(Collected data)
*** Begin section ***

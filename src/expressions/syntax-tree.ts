/** The parser's tree as this program sees it: the few node types and fields that formulas are made of. */
import type { MathNode } from 'mathjs/number';

/** The parser's operator node, as far as it is used. */
export interface OperatorLike {
  readonly op: string;
  readonly fn: string;
  readonly args: readonly MathNode[];
  readonly implicit?: boolean;
}

/** A call. */
export interface CallLike {
  readonly fn: { readonly type: string; readonly name: string };
  readonly args: readonly MathNode[];
}

/** Something behind a dot or in brackets. */
export interface AccessorLike {
  readonly object: { readonly type: string; readonly name: string };
  readonly index?: {
    readonly dotNotation?: boolean;
    readonly dimensions?: readonly { readonly value?: unknown }[];
  };
}

/** Name of a symbol node. */
export function nameOf(node: MathNode): string {
  return (node as unknown as { name: string }).name;
}

/** What stands in parentheses. */
export function contentOf(node: MathNode): MathNode {
  return (node as unknown as { content: MathNode }).content;
}

/** Names in what may be a unit expression (products, quotients, numeric powers of names); undefined where it holds anything else. */
export function symbolsOf(node: MathNode): string[] | undefined {
  if (node.type === 'SymbolNode') return [nameOf(node)];
  if (node.type === 'ParenthesisNode') return symbolsOf(contentOf(node));
  if (node.type !== 'OperatorNode') return undefined;
  const { fn, args } = node as unknown as OperatorLike;
  const left = args[0] && symbolsOf(args[0]);
  if (!left) return undefined;
  if (fn === 'pow') return isPlainNumber(args[1]!) ? left : undefined;
  if (fn !== 'multiply' && fn !== 'divide') return undefined;
  const right = symbolsOf(args[1]!);
  return right && [...left, ...right];
}

/** Whether a node is a number literal, perhaps with a minus or in parentheses. */
export function isPlainNumber(node: MathNode): boolean {
  if (node.type === 'ConstantNode') return true;
  if (node.type === 'ParenthesisNode') return isPlainNumber(contentOf(node));
  const { fn, args } = node as unknown as OperatorLike;
  return node.type === 'OperatorNode' && fn === 'unaryMinus' && isPlainNumber(args[0]!);
}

*** End section ***

**Task instructions**
Every line above with the string "parentheses" in it needs to be copied.

**Answer section**
/** What stands in parentheses. */
/** Whether a node is a number literal, perhaps with a minus or in parentheses. */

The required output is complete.